On the other end, Aurivy took a deep breath, closing her eyes and cutting off all of her senses. The only thing that she left active was the Travel domain, using it to detect the world around her. As she did, she felt the distortions gradually clearing up, but that didn’t stop her. She did her best to perceive the imperceptible, understand how it distorted space and perception around itself, and recreate that within her own divine power.

“Two-thirty, twenty degrees up. Six-ten, five degrees down.” She suddenly called out, Keliope turning and throwing out two punches. The first went off to her right, while the other was almost straight behind where she was facing. She felt her fist make contact with something, but… at the moment she recognized the contact, it was like she was punching through static. Whatever it was, or wasn’t, had simply disappeared.

“This is giving me a headache!” Keliope said as she tried her best to understand the situation she was in, though Aurivy kept calling out more directions for her to punch. “I’m not supposed to be able to get headaches!”

“Imagine how any invaders will feel when we turn the nothing into our fortress, then!” Aurivy laughed merrily. “Twelve, straight ahead.”

Keliope briefly hesitated at that, as she was vaguely aware that that was where Aurivy was standing. Still, she trusted the halfling goddess, turning and throwing her fist out for another punch. This one was softer than before, and stopped the moment that it hit Aurivy’s back.
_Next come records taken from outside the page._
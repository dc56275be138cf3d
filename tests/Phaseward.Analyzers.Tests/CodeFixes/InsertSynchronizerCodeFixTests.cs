using System.Threading.Tasks;
using Microsoft.CodeAnalysis;
using Microsoft.CodeAnalysis.Testing;
using Phaseward.Analyzers.Tests.Verifiers;
using Phaseward.Checking;
using Phaseward.CodeFixes;
using static Phaseward.Analyzers.Tests.Rules.RuleSources;

namespace Phaseward.Analyzers.Tests.CodeFixes;

/// <summary>
/// The PW1003 code fix. Each fixed design is re-analysed by the framework and must compile and carry no clock-phase
/// diagnostic: two registers of the receiving clock in series where the data arrives is the usual synchronizer
/// (common practice; Weste &amp; Harris, "CMOS VLSI Design", 4th ed., ch. 10, synchronizers; from memory).
/// </summary>
public class InsertSynchronizerCodeFixTests
{
    private static DiagnosticResult Pw1003(string receiver, string receiving, string sender, string sending)
        => new DiagnosticResult(RuleCatalog.ClockCrossing.Id, DiagnosticSeverity.Warning).WithLocation(0).WithLocation(1)
            .WithMessage($"'{receiver}' on clock '{receiving}' takes data from latch '{sender}' on clock '{sending}', which has no fixed time " +
                         $"relation to it ('{receiving}' is declared independent), without a synchronizer: it can sample the data while it changes and go metastable");

    [Fact]
    public Task InsertsTwoRegistersOfTheReceivingClockInFrontOfARegisterKeepingComments()
        => new PhasewardCodeFixTest<ClockPhaseAnalyzer, InsertSynchronizerCodeFix>(Design("Crossing", """
            var sensor = c.Clock("sensor", 4.Nanoseconds());
            var radio = c.Clock("radio", 3.Nanoseconds(), independent: true);
            var sample = {|#1:c.StaticRegister(c.Input("height"), sensor, "sample")|};
            c.Output("tx", {|#0:c.StaticRegister(/* crossing */ sample, radio, "tx")|});
            """), Design("Crossing", """
            var sensor = c.Clock("sensor", 4.Nanoseconds());
            var radio = c.Clock("radio", 3.Nanoseconds(), independent: true);
            var sample = c.StaticRegister(c.Input("height"), sensor, "sample");
            c.Output("tx", c.StaticRegister(/* crossing */ c.StaticRegister(c.StaticRegister(sample, radio), radio), radio, "tx"));
            """), Pw1003("tx", "radio", "sample.slave", "sensor"))
            .RunAsync();

    [Fact]
    public Task InsertsTheSynchronizerInFrontOfALowPhaseLatch()
        => new PhasewardCodeFixTest<ClockPhaseAnalyzer, InsertSynchronizerCodeFix>(Design("LatchCrossing", """
            var sensor = c.Clock("sensor", 4.Nanoseconds());
            var radio = c.Clock("radio", 3.Nanoseconds(), independent: true);
            var sample = {|#1:c.DynamicLatch(c.Input("height"), sensor.High, "sample")|};
            c.Output("tx", {|#0:c.StaticLatch(c.Inverter(sample), radio.Low, "tx")|});
            """), Design("LatchCrossing", """
            var sensor = c.Clock("sensor", 4.Nanoseconds());
            var radio = c.Clock("radio", 3.Nanoseconds(), independent: true);
            var sample = c.DynamicLatch(c.Input("height"), sensor.High, "sample");
            c.Output("tx", c.StaticLatch(c.StaticRegister(c.StaticRegister(c.Inverter(sample), radio), radio), radio.Low, "tx"));
            """), Pw1003("tx", "radio", "sample", "sensor"))
            .RunAsync();

    [Fact]
    public Task NoFixWhenTheClockIsMadeAtTheCall()
        // Repeating c.Clock(...) for the new registers would make more clocks.
        => new PhasewardCodeFixTest<ClockPhaseAnalyzer, InsertSynchronizerCodeFix>(Design("Inline", """
            var sensor = c.Clock("sensor", 4.Nanoseconds());
            var sample = {|#1:c.StaticRegister(c.Input("height"), sensor, "sample")|};
            {|#0:c.StaticRegister(sample, c.Clock("radio", 3.Nanoseconds(), independent: true), "tx")|};
            """), Design("Inline", """
            var sensor = c.Clock("sensor", 4.Nanoseconds());
            var sample = {|#1:c.StaticRegister(c.Input("height"), sensor, "sample")|};
            {|#0:c.StaticRegister(sample, c.Clock("radio", 3.Nanoseconds(), independent: true), "tx")|};
            """), Pw1003("tx", "radio", "sample.slave", "sensor"))
            .RunAsync();
}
Keliope could vaguely feel that there had been something there just behind Aurivy, as if getting ready to attack her from behind.

“How much longer do you need?” Keliope asked, just as Aurivy’s eyes began to open.

“I’m done.” She answered with a grin, the hazy air around them almost instantly clearing. “Thanks, Kel. Since you bought me the time I needed, I was able to fully understand how to recreate the effects of nothing.”

Accalia let out a sigh, lifting her head and allowing her gaze to alternate between focused and unfocused, purposely targeting and identifying any distortions that she saw. “Did you manage to learn how to make your territory?”

“It’ll take some time, but… I think so.” Aurivy nodded her head. “Since I have this information to work as the foundation, I just have to create it within my domain of Travel, and I should be able to link it up with my idea.”

“Does that mean that Traveler is going to have a key to nowhere?” Accalia asked, Aurivy grinning in return.

“Maybe, I haven’t decided that far, yet. I’ll let you two know when I’m done creating it. If I’m right, anything placed inside will be undetectable by anything outside. The perfect place to create a covert base. I might even suggest moving the Citadel there, once I establish special channels. If those special channels don’t cause the breakdown of the area… we’ll find out, I guess!”